Walsh will reveal Aer Lingus plans in autumn
The €1.36bn sale of Aer Lingus to IAG is all but complete, with just over 62pc of shares in the Irish airline having been pledged to the takeover deal.
That just leaves IAG needing Ryanair, which owns 29.8pc of Aer Lingus, to formally hand over its stake in its smaller rival for the deal to be finalised.
Ryanair has indicated that it won't be formally accepting the takeover deal until the middle of August. The airline, headed by Michael O'Leary, missed a Thursday deadline that had been imposed by IAG for acceptances to be received.
That forced IAG, headed by Willie Walsh, to extend its offer deadline one final time, to August 18 at 1pm.
Mr Walsh also intends to update investors in November on IAG's detailed plans for Aer Lingus. IAG, which owns British Airways as well as Spanish airlines Iberia and Vueling, released very strong second-quarter results yesterday, beating forecasts.
Operating profits in the period jumped 40pc to €530m, ahead of the market expectation of €494m. The increase was helped by cost-cutting measures.
IAG left its full-year forecast unchanged, and expects to make in excess of a €2.2bn profit in the 12-month period. It made €1.4bn last year.
The airline group also confirmed the extension of its offer for Aer Lingus to August 18, and said declared the bid unconditional as to acceptances.
"There will be no further extension of the offer unless the offer has become wholly unconditional at that time and date," it said.

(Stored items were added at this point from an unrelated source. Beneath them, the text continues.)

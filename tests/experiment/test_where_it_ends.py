"""Where a vessel comes to rest, by hand for one step, and when that cannot be said."""

from __future__ import annotations

import dataclasses
import math

import pytest
from laboratory import experiment, si, step

from meanfree.errors import ComputationError
from meanfree.experiment.equilibrium import equilibrium, ln_K, why_none
from meanfree.experiment.mechanism import GivenEquilibrium
from meanfree.experiment.temperature import Adiabatic, Exchange, Program
from meanfree.gases.energies import thermochemistry_of
from meanfree.gases.identity import find_gas

R = 8.314462618


def kc(value: float, T: float = 300.0, enthalpy: float | None = None) -> GivenEquilibrium:
    heat = None if enthalpy is None else si(enthalpy)
    return GivenEquilibrium("Kc", si(value), si(T), heat)


def gas(name):
    found = find_gas(name)
    return dataclasses.replace(found, thermochemistry=thermochemistry_of(found))


def ratio_at_the_end(mode, dead=None) -> float:
    """c_B/c_A of A = B with Kc = 2 at 300 K and 20 kJ/mol."""
    case = experiment(
        [step("A -> B", 1.0, reverse=kc(2.0, 300.0, 20e3))], {"A": 5.0}, temperature=mode, dead=dead
    )
    rest = equilibrium(case)
    assert rest is not None
    assert rest.moles["A"] + rest.moles["B"] == pytest.approx(case.moles["A"], rel=1e-12)
    return rest.moles["B"] / rest.moles["A"]


def at(T: float) -> float:
    """Van 't Hoff."""
    return 2.0 * math.exp(-20e3 / R * (1 / T - 1 / 300.0))


def test_which_temperature_a_vessel_ends_at():
    """A program at its last point, exchanged heat at the surroundings."""
    ramp = Program(((si(0.0), si(300.0)), (si(9.0), si(350.0)), (si(20.0), si(420.0))))
    assert ratio_at_the_end(ramp) == pytest.approx(at(420.0), rel=1e-9)
    heated = Exchange(si(300.0), si(390.0), si(1.0))
    assert ratio_at_the_end(heated) == pytest.approx(at(390.0), rel=1e-9)


@pytest.mark.parametrize("start", ["A", "B"])
@pytest.mark.parametrize("holds", ["volume", "pressure"])
def test_dissociation_from_either_side_by_the_quadratic(start, holds):
    """A = 2 B, Kc = 8: x^2/(n - x/2) in the volume there is, solved by the quadratic formula."""
    fill = {"A": 3.0} if start == "A" else {"B": 6.0}
    case = experiment([step("A -> 2 B", 1.0, reverse=kc(8.0))], fill, holds=holds)
    rest = equilibrium(case)
    assert rest is not None
    n = 3.0 * 1e-3  # mol of A if all were A
    if holds == "volume":
        # (2 e)^2/V = K (n - e)
        e = (-8 * 1e-3 + math.sqrt((8 * 1e-3) ** 2 + 16 * 8 * 1e-3 * n)) / 8
        volume = 1e-3
    else:
        # (2 e)^2/(n - e) = K V, V = (n + e)/c with the total concentration c held
        c = 3.0 if start == "A" else 6.0
        e = n * math.sqrt(8 / c / (4 + 8 / c))
        volume = (n + e) / c
    assert rest.moles["B"] == pytest.approx(2 * e, rel=1e-9)
    assert rest.moles["A"] == pytest.approx(n - e, rel=1e-9)
    assert rest.volume == pytest.approx(volume, rel=1e-9)
    assert rest.pressure == pytest.approx((n + e) * R * 300.0 / volume, rel=1e-9)
    assert rest.temperature == 300.0


def test_gases_made_on_the_way_count_and_those_never_made_do_not():
    """A = B = C in a chain; D = E needs a gas that is never there; and X = A is run backwards."""
    steps = [
        step("A -> B", 1.0, reverse=kc(2.0)),
        step("B -> C", 1.0, reverse=kc(3.0)),
        step("D -> E", 1.0, reverse=kc(5.0)),
        step("X -> A", 1.0, reverse=kc(0.25)),
    ]
    rest = equilibrium(experiment(steps, {"A": 1.0, "Ar": 2.0}))
    assert rest is not None
    # A : B : C : X = 1 : 2 : 6 : 4
    expected = {"A": 1 / 13, "B": 2 / 13, "C": 6 / 13, "X": 4 / 13, "D": 0.0, "E": 0.0, "Ar": 2.0}
    assert rest.moles == pytest.approx({g: n * 1e-3 for g, n in expected.items()}, rel=1e-9)


def test_a_one_way_step_that_can_never_run_does_not_matter():
    steps = [step("A -> B", 1.0, reverse=kc(1.0)), step("D -> E", 1.0)]
    rest = equilibrium(experiment(steps, {"A": 1.0}))
    assert rest is not None
    assert rest.moles["B"] == pytest.approx(0.5e-3, rel=1e-9)


@pytest.mark.parametrize("holds", ["volume", "pressure"])
@pytest.mark.parametrize(("fill", "rises"), [("NO2", True), ("N2O4", False)])
def test_an_adiabatic_vessel_warms_or_cools(fill, rises, holds):
    """Dissociation takes heat and association gives it; the energy balance is done by hand.

    In argon, at 330 K: internal energy in a rigid vessel, enthalpy in a piston, and K from the
    Gibbs energies.
    """
    gases = [gas(name) for name in ("N2O4", "NO2", "Ar")]
    dissociation = step("N2O4 -> 2 NO2", 1e3, reverse="thermochemistry")
    case = experiment(
        [dissociation],
        {fill: 10.0, "Ar": 30.0},
        temperature=Adiabatic(si(330.0)),
        gases=gases,
        holds=holds,
    )
    rest = equilibrium(case)
    assert rest is not None
    T = rest.temperature
    assert (T > 330.0) is rises
    assert abs(T - 330.0) > 1.0

    def energy(moles, T):
        less = R * T if holds == "volume" else 0.0
        return sum(moles[g.name] * (float(g.thermochemistry.enthalpy(T)) - less) for g in gases)

    # energies of 1e3 J cancel; the root is good to 1e-10 K times 1 J/K
    assert energy(rest.moles, T) == pytest.approx(energy(case.moles, 330.0), abs=1e-6)
    gibbs = {g.name: float(g.thermochemistry.gibbs(T)) for g in gases}
    Kp = math.exp(-(2 * gibbs["NO2"] - gibbs["N2O4"]) / (R * T))
    p = {name: n * R * T / rest.volume / 1e5 for name, n in rest.moles.items()}  # bar
    assert p["NO2"] ** 2 / p["N2O4"] == pytest.approx(Kp, rel=1e-7)


def test_an_end_beyond_the_known_energies_is_an_error():
    """33 kJ/mol to some 130 J/mol/K: from 1400 K well past 1510, where cyclopropane's end."""
    gases = [gas(name) for name in ("c-C3H6", "propene")]
    case = experiment(
        [step("c-C3H6 -> propene", 1.0, reverse="thermochemistry")],
        {"c-C3H6": 10.0},
        temperature=Adiabatic(si(1400.0)),
        gases=gases,
    )
    with pytest.raises(ComputationError) as caught:
        equilibrium(case)
    assert str(caught.value) == (
        "the adiabatic end temperature lies outside 40 to 1510 K, the range of the gases' "
        "thermochemistry"
    )


def test_constants_that_cannot_be_worked_out():
    with pytest.raises(ValueError, match=r"^step s has no reverse$"):
        ln_K(step("A -> B", 1.0, "s"), {}, 300.0)
    case = experiment([step("A -> B", 1.0, "s", reverse="thermochemistry")], {"A": 1.0})
    with pytest.raises(ValueError, match=r"^A has no thermochemistry$"):
        ln_K(case.steps[0], case.gas_named, 300.0)
    # without an enthalpy a constant stays what it is
    assert ln_K(step("A -> B", 1.0, reverse=kc(2.0)), {}, 500.0) == pytest.approx(math.log(2.0))


def test_stated_heats_leave_no_energy_to_balance():
    made = step("A -> B", 1.0, reverse=kc(2.0), heat=si(-5e3))
    hot = experiment([made], {"A": 1.0}, temperature=Adiabatic(si(300.0)))
    assert why_none(hot) == "a stated heat of reaction: no energies of the gases to balance"
    assert equilibrium(hot) is None
    assert why_none(experiment([made], {"A": 1.0})) == ""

IAG is buying Aer Lingus to take a bigger slice of transatlantic traffic between Europe and North America, particularly the United States.

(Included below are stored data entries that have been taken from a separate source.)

"""The tables of a fit: rows of text for page and screen."""

from __future__ import annotations

from collections.abc import Sequence

from meanfree import units
from meanfree.measured.analyses import Findings
from meanfree.measured.arrhenius_lines import TemperatureSeries
from meanfree.measured.comparison import StepAgainstCollisions
from meanfree.measured.evidence import Candidate
from meanfree.measured.fits import Fit
from meanfree.measured.integrated_lines import in_file
from meanfree.report import wording
from meanfree.report.measured import numbers
from meanfree.report.measured.summarising import counts_of, rate_constants
from meanfree.report.rows import NONE, Sheet


def parameters(fit: Fit) -> Sheet:
    """Every fitted number with standard error and interval."""
    rows = []
    for one in fit.estimates:
        start = wording.given(one.parameter.start, 6)
        rows.append(
            [
                wording.clean(one.parameter.address),
                numbers.estimate(one),
                numbers.limits(one),
                wording.clean(counts_of(fit, one)) or NONE,
                f"{start} {wording.pretty_unit(one.parameter.unit)}".strip(),
            ]
        )
    return Sheet(["Parameter", "Estimate", "95 % interval", "Counts", "Start"], rows, words=(0, 3))


def conventions(fit: Fit) -> Sheet | None:
    """Fitted rate constants counted per event and per gas lost; None where these are one."""
    rows = []
    found = rate_constants(fit)
    per_event = {one.address: one.value for one in found if one.counts == "events"}
    if all(one.value == per_event[one.address] for one in found):
        return None
    for one in found:
        error = one.stderr if one.stderr is not None else float("nan")
        rows.append(
            [
                wording.clean(one.address),
                wording.clean(one.counts),
                numbers.with_error(one.value, error, one.unit),
            ]
        )
    return Sheet(["Rate constant", "Counts", "Value"], rows, words=(0, 1))


def runs(found: Findings) -> Sheet:
    """The runs: what was read, its deviation, and how the residuals behave."""
    rows = []
    for place, run in enumerate(found.plan.request.runs):
        readings = run.readings
        conditions = "; ".join(f"{key} = {value}" for key, value in run.conditions.items())
        deviation, sign = NONE, NONE
        if found.fit is not None:
            sd = found.fit.misfit.deviation(place)
            if readings.signal.is_rate_constant:
                deviation = f"{wording.percent(float(sd.mean()), 2)} of k"
            else:
                deviation = numbers.deviation(float(sd.mean()), readings.unit, readings.dimension)
            deviation += " (estimated)" if readings.sd is None else ""
            test = found.fit.runs_tests[place]
            if test is not None:
                sign = (
                    f"{test.runs} of {test.expected:.1f}, p = {wording.number(test.probability, 2)}"
                )
        rows.append(
            [
                wording.clean(run.name),
                wording.clean(readings.signal.words),
                f"{len(readings)}",
                deviation,
                sign,
                wording.clean(conditions) or "as the case",
            ]
        )
    heading = ["Run", "Signal", "Readings", "Standard deviation", "Runs of sign", "Conditions"]
    return Sheet(heading, rows, words=(0, 1, 5))


def collisions(found: Sequence[StepAgainstCollisions]) -> Sheet | None:
    """Fitted second-order steps against their collision limits; None where there is none."""
    rows = [
        [
            wording.clean(one.step),
            wording.temperature(one.temperature),
            wording.rate(one.k, "L/mol/s", 2.0),
            wording.rate(one.limit.Z, "L/mol/s", 2.0),
            NONE if one.steric is None else numbers.of_interval(one.steric),
            NONE if one.judgement.A_over_Z is None else wording.number(one.judgement.A_over_Z),
            one.judgement.verdict,
        ]
        for one in found
    ]
    heading = ["Step", "T", "k per event", "Z", "P (95 %)", "A over Z", "Verdict"]
    return Sheet(heading, rows, words=(0, 6)) if rows else None


def lines(found: Findings) -> Sheet | None:
    """The textbook's line beside the fit of the signal."""
    if not found.lines:
        return None
    rows = []
    for one, run in zip(found.lines, found.plan.request.runs, strict=True):
        k, error, unit = in_file(one, run)
        rows.append(
            [
                wording.clean(run.name),
                wording.clean(f"{one.ordinate} against t"),
                wording.clean(one.how),
                numbers.with_error(k, error, unit),
                numbers.with_error(k * one.per_event, error * one.per_event, unit),
                f"{one.line.r_squared:.5f}",
            ]
        )
    gas = wording.clean(found.lines[0].gas)
    heading = ["Run", "Line", "Concentration", "k per event", f"k for loss of {gas}", "R²"]
    return Sheet(heading, rows, words=(0, 1, 2))


def _tenths(value: float) -> str:
    """One decimal, in groups of three digits."""
    return f"{value:,.1f}".replace(",", " ").replace("-", "−")


def ranking(candidates: Sequence[Candidate]) -> Sheet:
    """Descriptions of the same readings by AICc."""
    rows = [
        [
            wording.clean(one.name),
            f"{len(one.fit.parameters)}",
            _tenths(one.aicc),
            _tenths(one.difference),
            wording.percent(one.weight, 3),
        ]
        for one in candidates
    ]
    return Sheet(["Description", "Parameters", "AICc", "Above the best", "Weight"], rows)


def series(one: TemperatureSeries, order: float, unit: str) -> Sheet:
    """Energies and factors of a temperature series, with what they mean."""
    A = units.from_si(1.0, unit, units.rate_constant(order))
    rows = [
        ["Ea", numbers.of_interval(one.Ea, 1e-3, "kJ/mol"), "k = A exp(−Ea/RT)"],
        ["A per event", numbers.of_interval(one.A, A, unit), "the same"],
        ["ln A, Ea: correlation", f"{one.correlation:.4f}".replace("-", "−"), "full covariance"],
        [
            f"k at {wording.temperature(one.middle)}",
            wording.number(float(one.k(one.middle)) * A, 4) + f" {wording.pretty_unit(unit)}",
            "where it is known best",
        ],
    ]
    if one.power is not None:
        rows.append(
            ["n", numbers.of_interval(one.power), "A Tⁿ exp(−E/RT), as a test of curvature"]
        )
    centres = one.centres
    if centres is not None:
        factor = f"diameter good to ×÷ {centres.diameter_factor:g}"
        threshold = numbers.of_interval(centres.threshold, 1e-3, "kJ/mol")
        rows += [
            ["E0", threshold, "k = P Z exp(−E0/RT)"],
            ["P", numbers.of_interval(centres.steric), f"the same; {factor}"],
            ["A over Z", numbers.of_interval(centres.a_over_z), f"A / Z at the middle; {factor}"],
        ]
    return Sheet(["Quantity", "Value (95 % interval)", "Of"], rows, words=(0, 2))


def points(one: TemperatureSeries, order: float, unit: str) -> Sheet:
    """k of every run beside that of the line."""
    factor = units.from_si(1.0, unit, units.rate_constant(order))
    rows = []
    for point in one.points:
        line = float(one.k(point.temperature))
        rows.append(
            [
                wording.clean(point.run),
                wording.temperature(point.temperature),
                numbers.with_error(point.k * factor, point.k * point.error * factor),
                wording.number(line * factor, 4),
                wording.percent(point.k / line - 1, 3),
            ]
        )
    shown = wording.pretty_unit(unit)
    heading = ["Run", "T", f"k per event ({shown})", f"of the line ({shown})", "off by"]
    return Sheet(heading, rows, words=(0,))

IAG's revenue in the second quarter rose 11.2pc to €5.6bn.
In the second quarter, British Airways made a profit of €453m compared to €332m in the second quarter of 2014. Iberia made a €51m profit, compared to €16m in the second quarter of last year, while Vueling made a €24m profit versus €30m a year earlier, as capacity rose almost 14pc.

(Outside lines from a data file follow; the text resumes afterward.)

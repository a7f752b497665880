"""The pages, figures, tables and summaries of `fit` and `compare`."""
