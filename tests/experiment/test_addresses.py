"""One address for every number: what stands there, in which unit and bounds, and other numbers."""

from __future__ import annotations

import math
from dataclasses import replace

import pytest
from laboratory import experiment, si, step

from meanfree.errors import InputError
from meanfree.experiment.experiment import Experiment
from meanfree.experiment.fill import Fill, Portion
from meanfree.experiment.flows import Flow
from meanfree.experiment.inputs import inputs, with_inputs
from meanfree.experiment.mechanism import GivenEquilibrium
from meanfree.experiment.plan import RunPlan
from meanfree.experiment.samples import Sample
from meanfree.experiment.temperature import Exchange, Program
from meanfree.experiment.vessel import DeadSpace, Shape, Vessel
from meanfree.gases.gas import Gas
from meanfree.rates.arrhenius import Arrhenius
from meanfree.rates.capture import Capture
from meanfree.rates.table import Table, TablePoint
from meanfree.sourced import Sourced


def torr(value: float) -> Sourced:
    return Sourced(value * 101325 / 760, "torr", "gauge", "pressure")


def metre(value: float) -> Sourced:
    return Sourced(value, "m", "", "length")


def second(value: float) -> Sourced:
    return Sourced(value, "s", "", "time")


def kelvin(value: float) -> Sourced:
    return Sourced(value, "K", "thermometer", "temperature")


def everything() -> Experiment:
    """An experiment with a number in every place that has an address."""
    given = GivenEquilibrium(
        "Kp", si(2.0), kelvin(300.0), Sourced(1e3, "kJ/mol", "", "molar energy")
    )
    steps = (
        replace(
            step(
                "2 A -> B",
                Arrhenius(si(5.0), Sourced(8e4, "kJ/mol", "paper", "molar energy")),
                "one",
            ),
            reverse=given,
            heat=Sourced(-2e3, "kJ/mol", "", "molar energy"),
        ),
        replace(
            step(
                "A -> B",
                Table((TablePoint(kelvin(300.0), si(1.0)), TablePoint(kelvin(400.0), si(2.0)))),
                "two",
            ),
            photon=Sourced(5e5, "kJ/mol", "", "molar energy"),
        ),
    )
    size = Sourced(4e-10, "angstrom", "book")
    gases = (
        Gas("A", diameter=size, polarisability=si(2e-30)),
        Gas("B", dipole=si(3e-30), ionisation_energy=si(9e5)),
    )
    shape = Shape("cylinder", diameter=metre(0.1), length=metre(0.2), surface=si(0.3))
    vessel = Vessel(
        "pressure",
        Sourced(1e-3, "L", "", "volume"),
        torr(100.0),
        torr(900.0),
        shape,
        DeadSpace(Sourced(2e-5, "mL", "", "volume"), kelvin(295.0)),
        torr(0.5),
    )  # fmt: skip
    portions = {
        "A": Portion(torr(60.0), "pressure"),
        "B": Portion(Sourced(0.25, "", "", "fraction"), "fraction"),
    }
    celsius = Sourced(300.0, "degC", "", "temperature")
    return Experiment(
        "all",
        gases,
        steps,
        vessel,
        Exchange(kelvin(400.0), kelvin(420.0), si(0.2), si(3.0)),
        Fill(portions, Portion(torr(100.0), "pressure"), at=celsius),
        RunPlan(Sourced(120.0, "min", "", "time")),
        samples=(Sample(second(9.0), fraction=si(0.1)), Sample(second(19.0), volume=si(1e-5))),
        flows=(
            Flow("effusion", hole=si(1e-9)),
            Flow("leak-up", rise=si(7.0)),
            Flow("pumping", rate=si(8.0)),
        ),
    )  # fmt: skip


SI = {
    "vessel.volume": 1e-3,
    "vessel.pressure": 101325 / 7.6,
    "vessel.rated_pressure": 900 * 101325 / 760,
    "vessel.gauge_resolution": 0.5 * 101325 / 760,
    "vessel.shape.diameter": 0.1,
    "vessel.shape.length": 0.2,
    "vessel.shape.surface": 0.3,
    "vessel.dead_space.volume": 2e-5,
    "vessel.dead_space.temperature": 295.0,
    "temperature.value": 400.0,
    "temperature.surroundings": 420.0,
    "temperature.conductance": 0.2,
    "temperature.wall_heat_capacity": 3.0,
    "fill.gases.A": 60 * 101325 / 760,
    "fill.gases.B": 0.25,
    "fill.total": 101325 / 7.6,
    "fill.at": 300.0,
    "run.until": 120.0,
    "flows.0.hole": 1e-9,
    "flows.0.transmission": 1.0,
    "flows.1.transmission": 1.0,
    "flows.1.rise": 7.0,
    "flows.2.transmission": 1.0,
    "flows.2.rate": 8.0,
    "samples.0.at": 9.0,
    "samples.0.fraction": 0.1,
    "samples.1.at": 19.0,
    "samples.1.volume": 1e-5,
    "gases.A.diameter": 4e-10,
    "gases.A.polarisability": 2e-30,
    "gases.B.ionisation_energy": 9e5,
    "gases.B.dipole": 3e-30,
    "steps.one.A": 5.0,
    "steps.one.Ea": 8e4,
    "steps.one.n": 0.0,
    "steps.one.T_ref": 1.0,
    "steps.one.heat": -2e3,
    "steps.one.reverse.Kp": 2.0,
    "steps.one.reverse.at": 300.0,
    "steps.one.reverse.enthalpy": 1e3,
    "steps.two.points.0.T": 300.0,
    "steps.two.points.0.k": 1.0,
    "steps.two.points.1.T": 400.0,
    "steps.two.points.1.k": 2.0,
    "steps.two.photon": 5e5,
}


def test_every_number_has_an_address():
    found = inputs(everything())
    assert set(found) == set(SI)
    for address, one in found.items():
        assert one.address == address
        assert one.quantity.value == pytest.approx(SI[address], rel=1e-14), address


def test_values_are_in_the_unit_of_the_file():
    found = inputs(everything())
    shown = {
        "vessel.volume": (1.0, "L"),
        "vessel.dead_space.volume": (20.0, "mL"),
        "fill.gases.A": (60.0, "torr"),
        "fill.at": (26.85, "degC"),  # 300 K
        "run.until": (2.0, "min"),
        "gases.A.diameter": (4.0, "angstrom"),
        "steps.one.Ea": (80.0, "kJ/mol"),
    }
    for address, (value, unit) in shown.items():
        assert found[address].value == pytest.approx(value, rel=1e-12), address
        assert found[address].unit == unit
    assert found["steps.one.Ea"].source == "paper"


def test_bounds_are_what_is_physically_possible():
    found = inputs(everything())
    free = {address for address, one in found.items() if one.low == -math.inf}
    assert free == {
        "steps.one.Ea",
        "steps.one.n",
        "steps.one.heat",
        "steps.one.reverse.enthalpy",
        "steps.two.photon",
    }
    assert (found["fill.gases.B"].low, found["fill.gases.B"].high) == (0.0, 1.0)
    assert found["fill.at"].low == pytest.approx(-273.15, rel=1e-12)
    assert (found["vessel.volume"].low, found["vessel.volume"].high) == (0.0, math.inf)
    assert {address for address, one in found.items() if one.high != math.inf} == {"fill.gases.B"}


@pytest.mark.parametrize("address", list(SI))
def test_another_number_lands_at_its_address_and_nowhere_else(address):
    case = everything()
    before = inputs(case)
    new = 0.5 if before[address].high == 1.0 else 2.0 * abs(before[address].value) + 1.0
    after = inputs(with_inputs(case, {address: new}))
    assert set(after) == set(before)
    # the number passes through SI and back, with one rounding each way
    assert after[address].value == pytest.approx(new, rel=1e-14)
    assert (after[address].unit, after[address].source) == (
        before[address].unit,
        before[address].source,
    )
    rest = {key: one for key, one in before.items() if key != address}
    assert {key: one for key, one in after.items() if key != address} == rest
    assert inputs(case) == before


def test_several_at_once():
    case = with_inputs(everything(), {"steps.two.points.1.k": 9.0, "gases.A.diameter": 5.0})
    assert case.gases[0].diameter == replace(everything().gases[0].diameter, value=5e-10)
    law = case.steps[1].law
    assert isinstance(law, Table)
    assert [point.k.value for point in law.points] == [1.0, 9.0]


def test_numbers_counted_by_loss_keep_their_count():
    """k quoted as loss of A of 2 A -> B is twice that per event: 6 quoted, 3 inside."""
    k = Sourced(3.0, per=2.0)
    law = Arrhenius(k, Sourced(0.0, "J/mol", "", "molar energy"))
    case = replace(everything(), steps=(step("2 A -> B", law, "s"),))
    assert inputs(case)["steps.s.A"].value == pytest.approx(6.0, rel=1e-12)
    changed = with_inputs(case, {"steps.s.A": 10.0}).steps[0].law
    assert isinstance(changed, Arrhenius)
    assert changed.A.value == pytest.approx(5.0, rel=1e-12)


def test_points_of_a_program():
    ramp = Program(((second(0.0), kelvin(300.0)), (second(60.0), kelvin(400.0))))
    case = replace(everything(), temperature=ramp)
    found = {key: one.value for key, one in inputs(case).items() if key.startswith("temperature")}
    assert found == {
        "temperature.points.0.time": 0.0,
        "temperature.points.0.temperature": 300.0,
        "temperature.points.1.time": 60.0,
        "temperature.points.1.temperature": 400.0,
    }
    changed = with_inputs(case, {"temperature.points.1.temperature": 450.0}).temperature
    assert isinstance(changed, Program)
    assert [T.value for _, T in changed.points] == [300.0, 450.0]
    later = with_inputs(case, {"temperature.points.1.time": 90.0}).temperature
    assert isinstance(later, Program)
    assert [(t.value, T.value) for t, T in later.points] == [(0.0, 300.0), (90.0, 400.0)]


def test_numbers_by_gas_in_a_law():
    law = Capture("dispersion", polarisability={"A": si(2e-30), "B": si(3e-30)})
    case = experiment([step("A + B -> C", law, "s")], {"A": 1.0})
    changed = with_inputs(case, {"steps.s.polarisability.B": 5e-30}).steps[0].law
    assert isinstance(changed, Capture)
    assert {gas: a.value for gas, a in changed.polarisability.items()} == {"A": 2e-30, "B": 5e-30}


@pytest.mark.parametrize(
    ("address", "value", "expected"),
    [
        ("vessel.volume", 0.0, "found 0 L; expected a number above 0"),
        ("temperature.value", -1.0, "found -1 K; expected a number above 0"),
        ("fill.at", -273.15, "found -273.15 degC; expected a number above -273.15"),
        ("fill.gases.A", -1.0, "found -1 torr; expected a number above 0"),
        ("fill.gases.B", 1.5, "found 1.5; expected a number at least 0, at most 1"),
        ("steps.one.A", -2.0, "found -2; expected a number at least 0"),
        ("vessel.shape.length", 0.0, "found 0 m; expected a number above 0"),
    ],
)
def test_impossible_numbers_are_refused(address, value, expected):
    with pytest.raises(InputError) as caught:
        with_inputs(everything(), {address: value})
    (problem,) = caught.value.problems
    assert problem.key == address
    assert f"found {problem.found}; expected {problem.expected}" == expected


def test_what_is_possible_is_taken():
    """No gas at all may be filled, a rate constant may be 0, a heat may be negative."""
    values = {"fill.gases.A": 0.0, "fill.gases.B": 1.0, "steps.one.A": 0.0, "steps.one.heat": -9.0}
    changed = inputs(with_inputs(everything(), values))
    assert {address: changed[address].value for address in values} == pytest.approx(values)


def test_all_problems_come_in_one_go_with_what_is_near():
    wrong = {"steps.one.Ae": 1.0, "vessel.volume": -1.0, "nothing at all": 2.0}
    with pytest.raises(InputError) as caught:
        with_inputs(everything(), wrong)
    first, second, third = caught.value.problems
    assert (first.key, first.found) == ("steps.one.Ae", "an unknown address")
    assert first.expected.startswith("one of steps.one.")
    assert len(first.expected.split(", ")) == 3
    assert second.key == "vessel.volume"
    # nothing like it: all are named
    assert third.expected == "one of " + ", ".join(inputs(everything()))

"At constant currency, revenue was down 1.2pc, with passenger unit revenue down 6.6pc," noted Mr Walsh. "Non-fuel unit costs were down 6.9pc while fuel unit costs were down 12pc." Mr Walsh said he'll continue to target cost reductions.
"We continue to take cost out of the business, with both employee and supplier unit costs down at constant currency, and improvements in productivity levels," he said.
Aer Lingus is also planning bigger than anticipated cost cuts once the IAG deal is complete. Eighteen months ago, Aer Lingus set a target to achieve annualised savings of €40m by the end of 2016.
"Our ambition is to beat the €40m target independent of an IAG transaction, because we deem it to be necessary," said Mr Kavanagh.
"We're confident we can exceed that €40m. But obviously the opportunity that IAG brings allows us to have far more ambitious targets from a cost reduction perspective."